#### [DATA RECORDS]
/**
 * `stoke flame-speed --input FILE|-`: the laminar burning velocity as one JSON object.
 * Bad input: exit 2 with one line naming the field; a flame that does not converge: exit 1 with the
 * solver's diagnostics (never a number).
 */
import { parseFlags, readJsonInput, validate, ok, usageFailure, UsageError, type CliResult } from "../cli/io";
import { InputError, NotConvergedError } from "../errors";
import { flameSpeedRequestSchema } from "../schemas/flame-speed";
import { computeFlameSpeed } from "./flame-speed";

export function runFlameSpeed(argv: readonly string[], stdin: () => string): CliResult {
  try {
    const flags = parseFlags(argv, ["input"]);
    const req = validate(flameSpeedRequestSchema, readJsonInput(flags.input, stdin));
    const { solution: _solution, diagnostics, ...result } = computeFlameSpeed(req);
    void _solution;
    return ok({ ...result, diagnostics });
  } catch (e) {
    if (e instanceof UsageError || e instanceof InputError) return usageFailure(e.message);
    if (e instanceof NotConvergedError) {
      return { stdout: "", stderr: `stoke: the flame did not converge: ${e.detail} ${JSON.stringify(e.diagnostics)}\n`, exitCode: 1 };
    }
    throw e;
  }
}
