-- AlterTable: quote versions, withdrawal, supplier
ALTER TABLE "PriceQuote" ADD COLUMN "supersedesId" INTEGER REFERENCES "PriceQuote" ("id") ON DELETE RESTRICT ON UPDATE CASCADE;
ALTER TABLE "PriceQuote" ADD COLUMN "withdrawnAt" DATETIME;
ALTER TABLE "PriceQuote" ADD COLUMN "supplier" TEXT NOT NULL DEFAULT '';

-- AlterTable: the scenario's quote rule date
ALTER TABLE "Scenario" ADD COLUMN "priceValidOn" DATETIME;

-- CreateTable
CREATE TABLE "ExchangeRate" (
    "id" INTEGER NOT NULL PRIMARY KEY AUTOINCREMENT,
    "fromCurrency" TEXT NOT NULL,
    "toCurrency" TEXT NOT NULL,
    "rate" REAL NOT NULL,
    "validFrom" DATETIME NOT NULL,
    "source" TEXT NOT NULL DEFAULT '',
    "createdAt" DATETIME NOT NULL DEFAULT CURRENT_TIMESTAMP
);

-- CreateTable
CREATE TABLE "StudyRevision" (
    "id" INTEGER NOT NULL PRIMARY KEY AUTOINCREMENT,
    "studyId" INTEGER NOT NULL,
    "number" INTEGER NOT NULL,
    "hash" TEXT NOT NULL,
    "inputs" TEXT NOT NULL,
    "results" TEXT NOT NULL,
    "meta" TEXT NOT NULL,
    "createdAt" DATETIME NOT NULL DEFAULT CURRENT_TIMESTAMP,
    CONSTRAINT "StudyRevision_studyId_fkey" FOREIGN KEY ("studyId") REFERENCES "Study" ("id") ON DELETE RESTRICT ON UPDATE CASCADE
);

-- CreateTable
CREATE TABLE "RevisionQuote" (
    "revisionId" INTEGER NOT NULL,
    "quoteId" INTEGER NOT NULL,

    PRIMARY KEY ("revisionId", "quoteId"),
    CONSTRAINT "RevisionQuote_revisionId_fkey" FOREIGN KEY ("revisionId") REFERENCES "StudyRevision" ("id") ON DELETE CASCADE ON UPDATE CASCADE,
    CONSTRAINT "RevisionQuote_quoteId_fkey" FOREIGN KEY ("quoteId") REFERENCES "PriceQuote" ("id") ON DELETE RESTRICT ON UPDATE CASCADE
);

-- CreateIndex
CREATE INDEX "PriceQuote_supersedesId_idx" ON "PriceQuote"("supersedesId");

-- CreateIndex
CREATE UNIQUE INDEX "ExchangeRate_fromCurrency_toCurrency_validFrom_key" ON "ExchangeRate"("fromCurrency", "toCurrency", "validFrom");

-- CreateIndex
CREATE UNIQUE INDEX "StudyRevision_studyId_number_key" ON "StudyRevision"("studyId", "number");

-- CreateIndex
CREATE INDEX "RevisionQuote_quoteId_idx" ON "RevisionQuote"("quoteId");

#### [ASSIGNMENT]
Keeping every line exactly as it is, retype the entries shown above.

#### [SOLUTION]
/**
 * `stoke flame-speed --input FILE|-`: the laminar burning velocity as one JSON object.
 * Bad input: exit 2 with one line naming the field; a flame that does not converge: exit 1 with the
 * solver's diagnostics (never a number).
 */
import { parseFlags, readJsonInput, validate, ok, usageFailure, UsageError, type CliResult } from "../cli/io";
import { InputError, NotConvergedError } from "../errors";
import { flameSpeedRequestSchema } from "../schemas/flame-speed";
import { computeFlameSpeed } from "./flame-speed";

export function runFlameSpeed(argv: readonly string[], stdin: () => string): CliResult {
  try {
    const flags = parseFlags(argv, ["input"]);
    const req = validate(flameSpeedRequestSchema, readJsonInput(flags.input, stdin));
    const { solution: _solution, diagnostics, ...result } = computeFlameSpeed(req);
    void _solution;
    return ok({ ...result, diagnostics });
  } catch (e) {
    if (e instanceof UsageError || e instanceof InputError) return usageFailure(e.message);
    if (e instanceof NotConvergedError) {
      return { stdout: "", stderr: `stoke: the flame did not converge: ${e.detail} ${JSON.stringify(e.diagnostics)}\n`, exitCode: 1 };
    }
    throw e;
  }
}
-- AlterTable: quote versions, withdrawal, supplier
ALTER TABLE "PriceQuote" ADD COLUMN "supersedesId" INTEGER REFERENCES "PriceQuote" ("id") ON DELETE RESTRICT ON UPDATE CASCADE;
ALTER TABLE "PriceQuote" ADD COLUMN "withdrawnAt" DATETIME;
ALTER TABLE "PriceQuote" ADD COLUMN "supplier" TEXT NOT NULL DEFAULT '';

-- AlterTable: the scenario's quote rule date
ALTER TABLE "Scenario" ADD COLUMN "priceValidOn" DATETIME;

-- CreateTable
CREATE TABLE "ExchangeRate" (
    "id" INTEGER NOT NULL PRIMARY KEY AUTOINCREMENT,
    "fromCurrency" TEXT NOT NULL,
    "toCurrency" TEXT NOT NULL,
    "rate" REAL NOT NULL,
    "validFrom" DATETIME NOT NULL,
    "source" TEXT NOT NULL DEFAULT '',
    "createdAt" DATETIME NOT NULL DEFAULT CURRENT_TIMESTAMP
);

-- CreateTable
CREATE TABLE "StudyRevision" (
    "id" INTEGER NOT NULL PRIMARY KEY AUTOINCREMENT,
    "studyId" INTEGER NOT NULL,
    "number" INTEGER NOT NULL,
    "hash" TEXT NOT NULL,
    "inputs" TEXT NOT NULL,
    "results" TEXT NOT NULL,
    "meta" TEXT NOT NULL,
    "createdAt" DATETIME NOT NULL DEFAULT CURRENT_TIMESTAMP,
    CONSTRAINT "StudyRevision_studyId_fkey" FOREIGN KEY ("studyId") REFERENCES "Study" ("id") ON DELETE RESTRICT ON UPDATE CASCADE
);

-- CreateTable
CREATE TABLE "RevisionQuote" (
    "revisionId" INTEGER NOT NULL,
    "quoteId" INTEGER NOT NULL,

    PRIMARY KEY ("revisionId", "quoteId"),
    CONSTRAINT "RevisionQuote_revisionId_fkey" FOREIGN KEY ("revisionId") REFERENCES "StudyRevision" ("id") ON DELETE CASCADE ON UPDATE CASCADE,
    CONSTRAINT "RevisionQuote_quoteId_fkey" FOREIGN KEY ("quoteId") REFERENCES "PriceQuote" ("id") ON DELETE RESTRICT ON UPDATE CASCADE
);

-- CreateIndex
CREATE INDEX "PriceQuote_supersedesId_idx" ON "PriceQuote"("supersedesId");

-- CreateIndex
CREATE UNIQUE INDEX "ExchangeRate_fromCurrency_toCurrency_validFrom_key" ON "ExchangeRate"("fromCurrency", "toCurrency", "validFrom");

-- CreateIndex
CREATE UNIQUE INDEX "StudyRevision_studyId_number_key" ON "StudyRevision"("studyId", "number");

-- CreateIndex
CREATE INDEX "RevisionQuote_quoteId_idx" ON "RevisionQuote"("quoteId");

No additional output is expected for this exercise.